Large tree in foreground with views of hills and open landscape

Fascinating facts

Shropshire: fascinating facts

Not only is Shropshire a first choice location for enterprise and one of England’s few remaining rural idylls, but it is also a county with a rich historical, architectural, geological, botanical and sporting past. For instance, did you also know that….

  • Shrewsbury in Shropshire houses the tallest Doric Column in England. Situated outside the Shropshire Council offices, standing at 133 ft 6 in (40.7 m), it commemorates Rowland Hill, 1st Viscount Hill, with a 17 ft (5.2 m) tall statue standing on the top of the column. Built between 1814 and 1816, the column’s  diameter is 2 ft (0.6 m) wider than Nelson’s Column, and, not including the pedestal, is 15 ft (4.6 m) higher.
  • Shropshire is home to the British Hedgehog Preservation Society. Founded in 1982 the Society offers help and advice to those with sick, injured or orphaned hedgehogs. It’s patrons include Ann Widdecombe, Ben Fogle, Chris Beardshaw, CJ de Mooi, John Challis, Sir Ken Dodd, Lorna Watson & Twiggy Lawson.
  • Shropshire can boast 32 castles and 25 hillforts
  • The heart of Henry VIII’s older brother Arthur is buried in St Laurence Church in historic Ludlow beneath the chancel.  The rest of his body was interred at Worcester Cathedral.
  • Newport in Shropshire recorded the coldest temperature ever in England on 10th January 1982 :  minus 26 degrees centigrade
  • Shropshire is home to the world’s first skyscraper. Ditherington Flax Mill, on the outskirts of Shrewsbury, was the first multi-storey iron-framed building – and therefore the forerunner of every skyscraper and tower block in the world. Built in 1797 there are plans for its redevelopment and it is one of 660 listed buildings in the town.
  • The first-ever modern day Olympic Games were held in Shropshire. To be precise, Much Wenlock in 1850. The brainchild of Dr Brookes, the games were originally designed to promote the moral, physical and intellectual improvement of the inhabitants of the town and its neighbourhood. Their success was a major factor in the creation of the international Olympic Games in 1896.
  • Charles Darwin is Shrewsbury’s most famous son and was recently voted as one of the greatest Britons. The naturalist and author of “The Origin of Species” was born in Shrewsbury on 12 February 1809.
  • Three international airports are just over an hour’s drive of Shropshire: Birmingham, Manchester and Liverpool.
  • Shropshire is sandwiched between two world heritage sites (Ironbridge Gorge and the Pontcysyllte Aqueduct).
  • The Shropshire Hills are designated as an area of outstanding natural beauty (AONB) and over around a quarter of the County’s area.
  • Shropshire is home to the Müller Dairy, which is based in Market Drayton in the north-east of the county – and 90% of the milk used in production comes from within 30 miles of the dairy.
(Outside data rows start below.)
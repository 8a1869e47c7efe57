"""Friction: friction circles, inclines and guides in closed form, both senses, self-locking, jamming, equilibrium."""

from __future__ import annotations

from math import asin, atan, radians, sin, tan

import numpy as np
import pytest

from linkcalc import Faults, parse, stroke
from linkcalc.design.answer import StrokeAnswer
from linkcalc.mechanics.state import Status

EXACT = 1e-9
"""relative: the closed form is met to this (the issue is rounding and the iteration on the normal forces)"""

LEVER = """
[units]
length = "m"
[points]
A = [0, 0]
hook = [-0.2, 0]
grip = [0.6, 0]
[members]
ground = ["A"]
lever = ["hook", "A", "grip"]
[friction]
pins = {mu}
diameter = 0.04
[effort]
at = "grip"
direction = -90
[load]
at = "hook"
direction = -90
size = 1000
"""

TOGGLE = """
[units]
length = "m"
[points]
A = [0, 0]
B = {{ from = "A", distance = 0.1, angle = {angle} }}
C = {{ from = "B", distance = 0.1, angle = -{angle} }}
[members]
ground = ["A"]
one = ["A", "B"]
two = ["B", "C"]
ram = ["C"]
[slides.guide]
member = "ram"
along = 0
at = "C"
[friction]
pins = 0.15
diameter = 0.02
[effort]
at = "B"
direction = -90
[load]
at = "C"
on = "ram"
direction = 180
size = 1000
"""

BLOCK = """
[units]
length = "m"
[points]
O = [0, 0]
P = [1, 0]
[members]
ground = ["P"]
block = ["O"]
[slides.plane]
member = "block"
along = 25
friction = {mu}
[effort]
at = "O"
direction = 0
[load]
at = "O"
direction = -90
size = 800
"""


def radius(mu: float, diameter: float) -> float:
    return diameter / 2 * sin(atan(mu))


def both(answer: StrokeAnswer) -> list[float]:
    assert (answer.status == Status.FINE).all()
    return [float(e) for e in answer.effort[:, 0, 0]]


@pytest.mark.parametrize("mu", [0.01, 0.1, 0.2, 0.6])
def test_friction_circle_of_a_lever(mu: float) -> None:
    """effort = load (l_load + r) / (l_effort - r) when raising, the signs turned when letting down.

    R. A. Walsh, Handbook of Machining and Metalworking Calculations, 2001, lever with parallel forces, with the exact
    friction circle r = pin radius times sin(atan mu)."""
    r = radius(mu, 0.04)
    expected = [1000 * (0.2 + r) / (0.6 - r), 1000 * (0.2 - r) / (0.6 + r)]
    answer = stroke(parse(LEVER.format(mu=mu)))
    assert answer.cases == ("forward", "back")
    assert both(answer) == pytest.approx(expected, rel=EXACT)
    assert answer.efficiency[0, 0, 0] == pytest.approx(1000 / 3 / expected[0], rel=EXACT)
    assert np.isnan(answer.efficiency[1, 0, 0])


@pytest.mark.parametrize("angle", [30, 10, 5, 2, 1, 0.5])
def test_toggle_links_tilt_by_their_friction_circles(angle: float) -> None:
    """The line of thrust of a two-pin link tilts by eps = asin((r1 + r2) / L), so the symmetric toggle takes
    2 tan(alpha + eps) of the load going in and 2 tan(alpha - eps) coming back (derived from the friction circle;
    below eps it does not spring back by itself)."""
    alpha, eps = radians(angle), asin(2 * radius(0.15, 0.02) / 0.1)
    answer = stroke(parse(TOGGLE.format(angle=angle)))
    assert both(answer) == pytest.approx([2000 * tan(alpha + eps), 2000 * tan(alpha - eps)], rel=EXACT)
    held = any("holds by itself" in c.text for c in answer.caveats)
    assert held == (alpha < eps)


@pytest.mark.parametrize(
    ("mu", "sense", "printed", "digit"), [(0.35, 0, 780, 0.5), (0.25, 0, 649, 0.5), (0.35, 1, 80, 0.5)]
)
def test_block_on_an_incline_pushed_sideways(mu: float, sense: int, printed: float, digit: float) -> None:
    """Beer, Johnston et al., Vector Mechanics for Engineers: Statics, sample problem 8.2, p. 397: 780, 649 and 80 N."""
    effort = both(stroke(parse(BLOCK.format(mu=mu))))[sense]
    assert effort == pytest.approx(printed, abs=digit)
    turn = radians(25) + (atan(mu) if sense == 0 else -atan(mu))
    assert effort == pytest.approx(800 * tan(turn), rel=EXACT)


@pytest.mark.parametrize("mu", [0.0, 0.05, 0.2])
def test_pulley_on_a_rubbing_pin(mu: float) -> None:
    """Beer, Johnston et al., Statics, sample problem 8.6, p. 423: 611.1 lb to raise and 409 lb to hold 500 lb on a
    2 in radius, with a friction circle of 0.20 in."""
    text = LEVER.format(mu=0).replace("hook = [-0.2, 0]", "hook = [-2, 0]").replace("grip = [0.6, 0]", "grip = [2, 0]")
    text = text.replace("pins = 0\ndiameter = 0.04\n", "").replace("size = 1000", "size = 500")
    answer = stroke(parse(text + f"[pins.A]\nfriction_radius = {mu}\n"))
    expected = [500 * (2 + mu) / (2 - mu), 500 * (2 - mu) / (2 + mu)]
    efforts = both(answer)
    assert efforts[0] == pytest.approx(expected[0], rel=EXACT)
    assert efforts[-1] == pytest.approx(expected[1] if mu else 500, rel=EXACT)
    if mu == 0.2:
        assert efforts == pytest.approx([611.1, 409.0], abs=0.5)


def test_a_guide_that_carries_a_moment_rubs_at_both_ends_and_jams() -> None:
    """A ram of guide length L pushed at an arm a beside its axis: N = F a / L at both ends, F = W / (1 - 2 mu a / L);
    it jams at mu = L / (2 a) (common practice: the collar that binds)."""
    text = """
[units]
length = "m"
[points]
O = [0, 0]
P = [{arm}, 0]
Q = [1, 0]
[members]
ground = ["Q"]
ram = ["O", "P"]
[slides.guide]
member = "ram"
along = 90
at = "O"
friction = {mu}
length = 0.1
[effort]
at = "P"
direction = 90
[load]
at = "O"
direction = -90
size = 1000
"""
    for arm, mu in ((0.05, 0.2), (0.1, 0.3), (0.2, 0.2)):
        efforts = both(stroke(parse(text.format(arm=arm, mu=mu))))
        assert efforts[0] == pytest.approx(1000 / (1 - 2 * mu * arm / 0.1), rel=EXACT)
        assert efforts[1] == pytest.approx(1000 / (1 + 2 * mu * arm / 0.1), rel=EXACT)
    jammed = stroke(parse(text.format(arm=0.2, mu=0.26)))
    assert jammed.status[0, 0, 0] == Status.JAMMED and np.isnan(jammed.effort[0, 0, 0])
    assert jammed.status[1, 0, 0] == Status.FINE
    assert any("jams" in c.text for c in jammed.caveats)
    # coming back F = W - mu N with N = 2 |F| a / L has a second answer, F < 0, as soon as it jams the other way
    told = [c.text for c in jammed.caveats if "more than one answer" in c.text]
    assert len(told) == 1 and "case back" in told[0]
    free = stroke(parse(text.format(arm=0.2, mu=0.24)))
    assert not any("more than one" in c.text for c in free.caveats)


STROKE = """
[stroke]
turn = "one"
from = 40
to = 5
poses = 36
"""


def test_members_balance_with_the_stated_friction_at_every_pin() -> None:
    """Re-summed from the answer alone: forces and friction couples of every member, at every pose, both senses."""
    answer = stroke(parse(TOGGLE.format(angle=40) + STROKE))
    r = radius(0.15, 0.02)
    for joint in ("A", "B", "C"):
        for bearing in (b for b in answer.bearings if b.joint == joint):
            size = np.hypot(*answer.force_on(joint, bearing.member))
            couple = np.abs(answer.moment_on(joint, bearing.member))
            if joint != "B":  # on the knee itself the effort acts, so the two links feel different forces there
                np.testing.assert_allclose(couple, r * size, rtol=EXACT)
    one, two = answer.force_on("A", "one"), answer.force_on("B", "one")
    np.testing.assert_allclose(one + two, 0, atol=EXACT * np.abs(one).max())
    turn = np.linspace(radians(40), radians(5), 36)
    arm = 0.1 * np.array([np.cos(turn), np.sin(turn)])
    moment = arm[0] * two[1] - arm[1] * two[0] + answer.moment_on("A", "one") + answer.moment_on("B", "one")
    np.testing.assert_allclose(moment, 0, atol=EXACT * np.abs(one).max() * 0.1)


def test_the_band_closes_as_friction_goes_to_nothing() -> None:
    bare = TOGGLE.format(angle=40).replace("pins = 0.15\ndiameter = 0.02\n", "") + STROKE
    exact = stroke(parse(bare)).effort[0]
    widths = []
    for mu in (1e-2, 1e-4, 1e-6):
        answer = stroke(parse(TOGGLE.format(angle=40).replace("pins = 0.15", f"pins = {mu}") + STROKE))
        widths.append(float(np.abs(answer.effort - exact).max()))
        np.testing.assert_allclose(answer.frictionless_effort[0], exact, rtol=EXACT)
    assert widths[1] == pytest.approx(widths[0] / 100, rel=0.05) and widths[2] == pytest.approx(
        widths[1] / 100, rel=0.05
    )


def test_power_in_is_never_less_than_power_out() -> None:
    """Driving in, the effort gives more than the load takes; let back, the load gives more than the effort takes."""
    answer = stroke(parse(TOGGLE.format(angle=40) + STROKE))
    assert (answer.efficiency[0] > 0).all() and (answer.efficiency[0] <= 1).all()
    assert (answer.effort[0] > answer.frictionless_effort[0]).all() and (answer.effort[1] < answer.effort[0]).all()


def test_self_locking_edge_is_found_exactly() -> None:
    eps = asin(2 * radius(0.15, 0.02) / 0.1)
    answer = stroke(parse(TOGGLE.format(angle=40).replace('"B"', '"B"') + STROKE.replace("to = 5", "to = 0.5")))
    edges = [e.drive for e in answer.events if e.kind == "self-locking edge"]
    assert edges == pytest.approx([eps], rel=EXACT)


def test_copies_rub_as_each_alone() -> None:
    text = (
        "[dimensions]\nlink = 0.1\n" + TOGGLE.format(angle=40).replace("distance = 0.1", 'distance = "link"') + STROKE
    )
    sizes = np.array([0.098, 0.1, 0.103])
    together = stroke(parse(text), sizes={"link": sizes})
    for k, size in enumerate(sizes):
        alone = stroke(parse(text.replace("link = 0.1\n", f"link = {size}\n")))
        np.testing.assert_allclose(together.effort[:, k], alone.effort[:, 0], rtol=EXACT)


def test_a_rubbing_pin_without_a_diameter_is_a_fault() -> None:
    with pytest.raises(Faults, match=r"pins\.A: it rubs, but has no diameter; give it one"):
        stroke(parse(LEVER.format(mu=0.1).replace("diameter = 0.04\n", "")))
Their TV adverts regularly showcase our beautiful countryside and the first was shown in September 2008.
  • All three of the West Midlands business support functions for the food and drink industry are within the county of Shropshire, making it the best place to start up, expand or relocate your food and drink business.
  • Besides having one of the shortest names in Britain, the Shropshire town of Wem is also responsible for giving the world the Sweet Pea flower.
  • The castle keep at Bridgnorth leans at a seventeen-degree angle. This is three times further than the Leaning Tower of Pisa.
  • Shrewsbury boasts the tallest town crier in the world, at 7ft 2in, and now also has the tallest MP in the United Kingdom: Daniel Kawczynski is 6ft 8.5in tall.
  • Most of Shropshire was granted to Roger De Montgomerie by William the Conqueror after 1066, which helped Roger’s wealth grow so much that he is considered, in real terms, the richest man in history.
  • Shropshire, particularly the south of the county, is something of a magnet for geologists. There are more rocks of different ages here than any area of similar size in the world (dating from 700 to 200 million years ago). Places like Ludlow and Wenlock Edge have even given their names to geological periods. The world’s oldest known complete fossil was also discovered in Shropshire at Caradoc, near Church Stretton.
  • Fenn’s Whixall Moss National Nature Reserve is an internationally important designated wildlife site and is one of the most southerly lowland raised bogs in Britain; and, at 948 hectares (2,340 acres) it is also the third largest.
  • Wartime blockbuster Atonement, (2007) starring Keira Knightly and James McAvoy was partly filmed in Stokesay Court in Onibury, which was used for the Tallis home in the movie.
  • The country’s only community-owned castle is Whittington Castle in north Shropshire.